**WORK ORDER**. Could you return the data below exactly as it appears?

**SOURCE RECORDS**.
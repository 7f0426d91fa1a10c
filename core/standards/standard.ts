import type { FitName, StrengthName } from '../end/checkNames.ts';
import type { Gate, Limit } from '../end/gates.ts';
import type { Condition, Constant, Source, Tree } from '../formula/tree.ts';
import type { Force, Length } from '../units/dimension.ts';
import type { Listed } from './listed.ts';
import type { Materials } from './materials.ts';

/** One section, leg or direction in which a check is made. */
export interface Way {
  /** Names the way where a check has several: `up`, `along`, `rectangle`, `tee`; empty where it has one. */
  readonly of: string;
  /** Symbol under which the demand stands in tables, such as `R_max` or `V e_c`. */
  readonly symbol: string;
  /** In proportion to its load: V, the tie force T, or none where a size is compared. */
  readonly demand: Tree;
  /** Absent where the standard sets no limit: the demand then stands for information. */
  readonly resistance?: Tree;
  readonly load: 'V' | 'T' | 'none';
  /**
   * The reaction at which the way is used up, where resistance or demand change with V otherwise than in proportion. Not dependent on V;
   * demand and resistance are then stated at V.
   */
  readonly failsAt?: Tree<Force>;
  /** Not applicable under any of these. */
  readonly off?: readonly Gate[];
  readonly limits?: readonly Limit[];
  /** Refers, where it would hold, if of all ways of the end this one is used up first and this is met. */
  readonly whereFirst?: Gate;
  /** Used up by any load at all when this is met; no demand can then be stated. */
  readonly unbounded?: Condition;
  /** Numbers without a verdict while this is met. */
  readonly informs?: Condition;
  /** Where the way's source differs from the check's. */
  readonly source?: Source;
}

/** Every tree of a way, in the order of its working: what it fails at, demand, resistance. */
export const treesOf = ({ failsAt, demand, resistance }: Way): Tree[] =>
  [failsAt, demand, resistance].filter((one) => one !== undefined);

/** How a standard answers one way of failing. */
export interface StrengthRule {
  readonly source: Source;
  readonly ways: readonly Way[];
}

/** One comparison of a rule of geometry: what is given against the least or the most allowed, mm. */
export interface FitPart {
  readonly of: string;
  readonly given: Tree<Length>;
  readonly least?: Tree<Length>;
  readonly most?: Tree<Length>;
  readonly off?: readonly Gate[];
  /** State of an end that breaks this part, where it is not the rule's. */
  readonly breach?: 'fails' | 'refer';
  /** Cannot be built while this is met: fails, whatever `breach` says. */
  readonly clash?: Condition;
  /** Where the part's source differs from the rule's. */
  readonly source?: Source;
}

/** How a standard answers one rule of geometry; `breach` is the state of an end that breaks it. */
export interface FitRule {
  readonly source: Source;
  readonly breach: 'fails' | 'refer';
  readonly parts: readonly FitPart[];
}

/** The standard has no such check; `covered` names the one that contains it. */
export interface NoRule {
  readonly noRule: true;
  readonly covered?: StrengthName;
}

export const noRule = (covered?: StrengthName): NoRule => ({ noRule: true, ...(covered && { covered }) });
export const isNoRule = (rule: StrengthRule | FitRule | NoRule): rule is NoRule => 'noRule' in rule;

/** One design standard: every check name answered, the compiler sees to it. */
export interface Standard extends Listed {
  /** Values of each option, the default first. */
  readonly options: Readonly<Record<string, readonly [string, ...string[]]>>;
  /** Resistance factors, for print. */
  readonly factors: readonly Constant[];
  readonly materials: Materials;
  /** The least reaction that an end is checked for, whatever is given; absent where the standard asks for none. */
  readonly leastReaction?: Tree<Force>;
  readonly strength: Readonly<Record<StrengthName, StrengthRule | NoRule>>;
  readonly fit: Readonly<Record<FitName, FitRule | NoRule>>;
  /** How far each check is verified against numbers that the program did not make. */
  readonly verified: Readonly<Partial<Record<StrengthName | FitName, 'published' | 'theory' | 'hand'>>>;
  /** Codes of notes (core/words) that the standard prints, each while its condition is met. */
  readonly notes: readonly { readonly code: string; readonly when: Condition }[];
}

**RESULT OF THIS TASK**.
repository 7f0426d91fa1a10c
filename core/standards/standard.ts
import type { FitName, StrengthName } from '../end/checkNames.ts';
import type { Gate, Limit } from '../end/gates.ts';
import type { Condition, Constant, Source, Tree } from '../formula/tree.ts';
import type { Force, Length } from '../units/dimension.ts';
import type { Listed } from './listed.ts';
import type { Materials } from './materials.ts';

/** One section, leg or direction in which a check is made. */
export interface Way {
  /** Names the way where a check has several: `up`, `along`, `rectangle`, `tee`; empty where it has one. */
  readonly of: string;
  /** Symbol under which the demand stands in tables, such as `R_max` or `V e_c`. */
  readonly symbol: string;
  /** In proportion to its load: V, the tie force T, or none where a size is compared. */
  readonly demand: Tree;
  /** Absent where the standard sets no limit: the demand then stands for information. */
  readonly resistance?: Tree;
  readonly load: 'V' | 'T' | 'none';
  /**
   * The reaction at which the way is used up, where resistance or demand change with V otherwise than in proportion. Not dependent on V;
   * demand and resistance are then stated at V.
   */
  readonly failsAt?: Tree<Force>;
  /** Not applicable under any of these. */
  readonly off?: readonly Gate[];
  readonly limits?: readonly Limit[];
  /** Refers, where it would hold, if of all ways of the end this one is used up first and this is met. */
  readonly whereFirst?: Gate;
  /** Used up by any load at all when this is met; no demand can then be stated. */
  readonly unbounded?: Condition;
  /** Numbers without a verdict while this is met. */
  readonly informs?: Condition;
  /** Where the way's source differs from the check's. */
  readonly source?: Source;
}

/** Every tree of a way, in the order of its working: what it fails at, demand, resistance. */
export const treesOf = ({ failsAt, demand, resistance }: Way): Tree[] =>
  [failsAt, demand, resistance].filter((one) => one !== undefined);

/** How a standard answers one way of failing. */
export interface StrengthRule {
  readonly source: Source;
  readonly ways: readonly Way[];
}

/** One comparison of a rule of geometry: what is given against the least or the most allowed, mm. */
export interface FitPart {
  readonly of: string;
  readonly given: Tree<Length>;
  readonly least?: Tree<Length>;
  readonly most?: Tree<Length>;
  readonly off?: readonly Gate[];
  /** State of an end that breaks this part, where it is not the rule's. */
  readonly breach?: 'fails' | 'refer';
  /** Cannot be built while this is met: fails, whatever `breach` says. */
  readonly clash?: Condition;
  /** Where the part's source differs from the rule's. */
  readonly source?: Source;
}

/** How a standard answers one rule of geometry; `breach` is the state of an end that breaks it. */
export interface FitRule {
  readonly source: Source;
  readonly breach: 'fails' | 'refer';
  readonly parts: readonly FitPart[];
}

/** The standard has no such check; `covered` names the one that contains it. */
export interface NoRule {
  readonly noRule: true;
  readonly covered?: StrengthName;
}

export const noRule = (covered?: StrengthName): NoRule => ({ noRule: true, ...(covered && { covered }) });
export const isNoRule = (rule: StrengthRule | FitRule | NoRule): rule is NoRule => 'noRule' in rule;

/** One design standard: every check name answered, the compiler sees to it. */
export interface Standard extends Listed {
  /** Values of each option, the default first. */
  readonly options: Readonly<Record<string, readonly [string, ...string[]]>>;
  /** Resistance factors, for print. */
  readonly factors: readonly Constant[];
  readonly materials: Materials;
  /** The least reaction that an end is checked for, whatever is given; absent where the standard asks for none. */
  readonly leastReaction?: Tree<Force>;
  readonly strength: Readonly<Record<StrengthName, StrengthRule | NoRule>>;
  readonly fit: Readonly<Record<FitName, FitRule | NoRule>>;
  /** How far each check is verified against numbers that the program did not make. */
  readonly verified: Readonly<Partial<Record<StrengthName | FitName, 'published' | 'theory' | 'hand'>>>;
  /** Codes of notes (core/words) that the standard prints, each while its condition is met. */
  readonly notes: readonly { readonly code: string; readonly when: Condition }[];
}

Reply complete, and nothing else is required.